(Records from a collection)
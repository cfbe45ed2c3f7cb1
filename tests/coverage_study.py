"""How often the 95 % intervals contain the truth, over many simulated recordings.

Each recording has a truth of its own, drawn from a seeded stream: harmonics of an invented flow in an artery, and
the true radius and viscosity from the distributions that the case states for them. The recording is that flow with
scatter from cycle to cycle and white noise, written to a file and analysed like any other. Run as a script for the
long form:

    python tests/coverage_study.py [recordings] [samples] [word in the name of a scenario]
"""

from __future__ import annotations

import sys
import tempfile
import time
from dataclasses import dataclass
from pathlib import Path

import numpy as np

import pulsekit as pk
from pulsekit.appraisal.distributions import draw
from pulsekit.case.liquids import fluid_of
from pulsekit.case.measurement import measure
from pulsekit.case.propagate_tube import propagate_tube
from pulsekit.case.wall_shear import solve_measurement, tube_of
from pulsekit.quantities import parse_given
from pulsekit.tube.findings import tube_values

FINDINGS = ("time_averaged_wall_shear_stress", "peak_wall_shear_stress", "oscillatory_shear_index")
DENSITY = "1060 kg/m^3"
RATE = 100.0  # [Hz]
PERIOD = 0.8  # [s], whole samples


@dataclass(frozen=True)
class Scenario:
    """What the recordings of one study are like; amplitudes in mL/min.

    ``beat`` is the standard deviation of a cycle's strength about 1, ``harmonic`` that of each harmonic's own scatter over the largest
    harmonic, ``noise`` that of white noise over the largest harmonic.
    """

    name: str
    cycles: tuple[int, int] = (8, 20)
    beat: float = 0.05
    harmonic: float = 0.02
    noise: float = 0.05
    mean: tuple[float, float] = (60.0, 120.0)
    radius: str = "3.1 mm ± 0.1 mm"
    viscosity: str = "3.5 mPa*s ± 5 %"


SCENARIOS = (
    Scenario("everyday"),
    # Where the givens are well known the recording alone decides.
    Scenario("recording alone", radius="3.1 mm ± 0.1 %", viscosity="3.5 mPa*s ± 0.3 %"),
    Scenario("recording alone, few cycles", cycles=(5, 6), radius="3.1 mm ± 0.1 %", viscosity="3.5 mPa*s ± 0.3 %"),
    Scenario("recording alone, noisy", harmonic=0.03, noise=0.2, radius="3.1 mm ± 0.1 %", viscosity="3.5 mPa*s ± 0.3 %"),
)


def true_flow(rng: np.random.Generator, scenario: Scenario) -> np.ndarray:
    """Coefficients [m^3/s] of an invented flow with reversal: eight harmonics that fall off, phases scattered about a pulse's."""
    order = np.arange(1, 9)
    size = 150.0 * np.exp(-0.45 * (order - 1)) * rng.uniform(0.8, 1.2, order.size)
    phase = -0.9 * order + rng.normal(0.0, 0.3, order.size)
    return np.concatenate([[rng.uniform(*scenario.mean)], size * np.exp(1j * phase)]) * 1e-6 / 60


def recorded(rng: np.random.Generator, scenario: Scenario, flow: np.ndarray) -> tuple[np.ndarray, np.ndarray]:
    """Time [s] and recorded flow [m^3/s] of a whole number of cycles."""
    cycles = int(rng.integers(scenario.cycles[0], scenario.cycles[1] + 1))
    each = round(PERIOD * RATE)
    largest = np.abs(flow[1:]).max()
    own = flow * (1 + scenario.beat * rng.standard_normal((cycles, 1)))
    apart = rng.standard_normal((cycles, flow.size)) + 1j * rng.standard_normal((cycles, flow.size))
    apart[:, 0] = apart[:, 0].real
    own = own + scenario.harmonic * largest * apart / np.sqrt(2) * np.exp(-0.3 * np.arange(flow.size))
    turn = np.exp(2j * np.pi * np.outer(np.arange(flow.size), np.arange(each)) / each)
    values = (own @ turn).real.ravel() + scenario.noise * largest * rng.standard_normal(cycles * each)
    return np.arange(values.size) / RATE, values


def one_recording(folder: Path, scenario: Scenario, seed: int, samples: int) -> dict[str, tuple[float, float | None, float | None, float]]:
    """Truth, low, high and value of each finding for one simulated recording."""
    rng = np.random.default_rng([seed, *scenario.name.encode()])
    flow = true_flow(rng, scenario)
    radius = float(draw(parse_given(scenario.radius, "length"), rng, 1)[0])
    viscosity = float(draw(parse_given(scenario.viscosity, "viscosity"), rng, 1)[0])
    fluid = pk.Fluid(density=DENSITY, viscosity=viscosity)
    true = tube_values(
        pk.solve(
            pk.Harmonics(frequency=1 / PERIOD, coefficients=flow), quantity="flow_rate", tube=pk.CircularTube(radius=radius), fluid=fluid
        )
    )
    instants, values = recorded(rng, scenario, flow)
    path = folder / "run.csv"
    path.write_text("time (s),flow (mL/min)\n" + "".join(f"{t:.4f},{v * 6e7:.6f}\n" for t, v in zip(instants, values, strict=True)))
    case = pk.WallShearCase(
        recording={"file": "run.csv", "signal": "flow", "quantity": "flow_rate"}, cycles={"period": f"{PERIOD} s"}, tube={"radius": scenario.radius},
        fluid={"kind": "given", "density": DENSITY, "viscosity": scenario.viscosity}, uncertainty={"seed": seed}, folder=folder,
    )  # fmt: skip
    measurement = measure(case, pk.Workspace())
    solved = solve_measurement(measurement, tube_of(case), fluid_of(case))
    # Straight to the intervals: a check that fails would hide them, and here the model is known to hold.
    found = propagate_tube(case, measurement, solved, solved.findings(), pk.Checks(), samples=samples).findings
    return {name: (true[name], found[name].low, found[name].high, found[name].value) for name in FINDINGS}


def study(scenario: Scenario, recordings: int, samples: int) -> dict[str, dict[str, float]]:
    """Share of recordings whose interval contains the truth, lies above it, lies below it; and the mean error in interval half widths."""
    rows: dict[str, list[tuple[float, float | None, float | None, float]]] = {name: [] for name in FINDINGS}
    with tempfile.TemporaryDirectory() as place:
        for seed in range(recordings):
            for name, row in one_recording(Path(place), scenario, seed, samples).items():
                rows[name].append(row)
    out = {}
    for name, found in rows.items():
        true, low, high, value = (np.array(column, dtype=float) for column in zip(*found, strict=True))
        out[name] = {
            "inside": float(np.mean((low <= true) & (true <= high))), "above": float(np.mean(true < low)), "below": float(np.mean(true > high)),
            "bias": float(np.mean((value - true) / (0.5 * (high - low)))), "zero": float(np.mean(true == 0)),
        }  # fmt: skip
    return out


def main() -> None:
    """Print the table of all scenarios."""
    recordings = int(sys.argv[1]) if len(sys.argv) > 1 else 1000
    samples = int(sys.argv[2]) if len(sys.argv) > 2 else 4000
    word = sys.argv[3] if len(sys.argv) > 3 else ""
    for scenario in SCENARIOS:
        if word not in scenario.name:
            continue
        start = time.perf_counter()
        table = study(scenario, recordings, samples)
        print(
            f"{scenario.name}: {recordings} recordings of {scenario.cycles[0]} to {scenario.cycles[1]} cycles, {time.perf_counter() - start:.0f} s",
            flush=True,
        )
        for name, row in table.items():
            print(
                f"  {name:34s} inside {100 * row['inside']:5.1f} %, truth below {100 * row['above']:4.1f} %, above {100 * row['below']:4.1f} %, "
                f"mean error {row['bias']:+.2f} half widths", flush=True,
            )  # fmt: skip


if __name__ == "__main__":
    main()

==

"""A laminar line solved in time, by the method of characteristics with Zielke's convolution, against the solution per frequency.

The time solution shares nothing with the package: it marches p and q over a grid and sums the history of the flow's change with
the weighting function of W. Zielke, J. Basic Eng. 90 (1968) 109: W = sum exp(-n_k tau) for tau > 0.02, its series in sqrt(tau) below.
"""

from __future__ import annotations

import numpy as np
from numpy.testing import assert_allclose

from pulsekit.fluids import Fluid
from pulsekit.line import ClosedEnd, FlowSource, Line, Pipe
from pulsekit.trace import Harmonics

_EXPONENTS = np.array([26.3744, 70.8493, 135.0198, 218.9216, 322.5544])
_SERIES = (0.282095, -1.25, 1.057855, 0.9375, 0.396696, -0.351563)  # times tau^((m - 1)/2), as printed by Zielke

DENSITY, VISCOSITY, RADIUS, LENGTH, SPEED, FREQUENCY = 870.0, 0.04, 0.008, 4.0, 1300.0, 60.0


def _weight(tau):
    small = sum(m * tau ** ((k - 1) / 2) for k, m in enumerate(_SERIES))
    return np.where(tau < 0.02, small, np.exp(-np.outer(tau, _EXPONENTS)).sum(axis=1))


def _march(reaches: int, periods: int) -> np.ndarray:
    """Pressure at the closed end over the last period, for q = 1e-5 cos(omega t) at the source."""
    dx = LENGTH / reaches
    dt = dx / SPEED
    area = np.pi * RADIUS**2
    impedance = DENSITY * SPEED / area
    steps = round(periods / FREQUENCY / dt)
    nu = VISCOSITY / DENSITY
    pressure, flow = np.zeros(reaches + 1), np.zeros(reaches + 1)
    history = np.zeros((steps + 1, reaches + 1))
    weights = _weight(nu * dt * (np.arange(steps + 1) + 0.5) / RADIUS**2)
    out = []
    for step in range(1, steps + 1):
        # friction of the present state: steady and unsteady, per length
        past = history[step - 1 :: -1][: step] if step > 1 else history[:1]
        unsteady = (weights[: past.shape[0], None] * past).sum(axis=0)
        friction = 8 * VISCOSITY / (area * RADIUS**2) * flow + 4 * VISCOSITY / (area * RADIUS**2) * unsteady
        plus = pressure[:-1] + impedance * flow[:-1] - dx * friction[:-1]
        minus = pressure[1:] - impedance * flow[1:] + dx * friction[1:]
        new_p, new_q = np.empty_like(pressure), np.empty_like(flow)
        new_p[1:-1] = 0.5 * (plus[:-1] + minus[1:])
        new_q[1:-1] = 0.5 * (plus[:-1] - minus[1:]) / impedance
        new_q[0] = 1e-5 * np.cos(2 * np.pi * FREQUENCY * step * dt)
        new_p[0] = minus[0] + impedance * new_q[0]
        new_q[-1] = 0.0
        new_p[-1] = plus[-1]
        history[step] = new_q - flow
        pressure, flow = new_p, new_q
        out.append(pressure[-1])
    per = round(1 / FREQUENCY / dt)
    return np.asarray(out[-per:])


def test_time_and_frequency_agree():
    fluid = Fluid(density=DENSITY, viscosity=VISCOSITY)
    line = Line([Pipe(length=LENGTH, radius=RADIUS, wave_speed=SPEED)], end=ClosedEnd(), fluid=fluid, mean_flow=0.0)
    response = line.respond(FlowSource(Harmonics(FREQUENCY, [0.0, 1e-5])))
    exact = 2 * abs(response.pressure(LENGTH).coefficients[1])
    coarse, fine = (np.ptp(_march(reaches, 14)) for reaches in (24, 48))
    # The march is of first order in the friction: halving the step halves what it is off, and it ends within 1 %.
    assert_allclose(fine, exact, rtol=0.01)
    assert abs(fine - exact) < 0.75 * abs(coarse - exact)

• [PROBLEM REQUIREMENTS]: Starting at the line above that contains "repository cfbe45ed2c3f7cb1", repeat each line exactly up to and including the line that contains "PERIOD = 0.8", and stop there.

• [REPLY]:
repository cfbe45ed2c3f7cb1
filename tests/coverage_study.py
"""How often the 95 % intervals contain the truth, over many simulated recordings.

Each recording has a truth of its own, drawn from a seeded stream: harmonics of an invented flow in an artery, and
the true radius and viscosity from the distributions that the case states for them. The recording is that flow with
scatter from cycle to cycle and white noise, written to a file and analysed like any other. Run as a script for the
long form:

    python tests/coverage_study.py [recordings] [samples] [word in the name of a scenario]
"""

from __future__ import annotations

import sys
import tempfile
import time
from dataclasses import dataclass
from pathlib import Path

import numpy as np

import pulsekit as pk
from pulsekit.appraisal.distributions import draw
from pulsekit.case.liquids import fluid_of
from pulsekit.case.measurement import measure
from pulsekit.case.propagate_tube import propagate_tube
from pulsekit.case.wall_shear import solve_measurement, tube_of
from pulsekit.quantities import parse_given
from pulsekit.tube.findings import tube_values

FINDINGS = ("time_averaged_wall_shear_stress", "peak_wall_shear_stress", "oscillatory_shear_index")
DENSITY = "1060 kg/m^3"
RATE = 100.0  # [Hz]
PERIOD = 0.8  # [s], whole samples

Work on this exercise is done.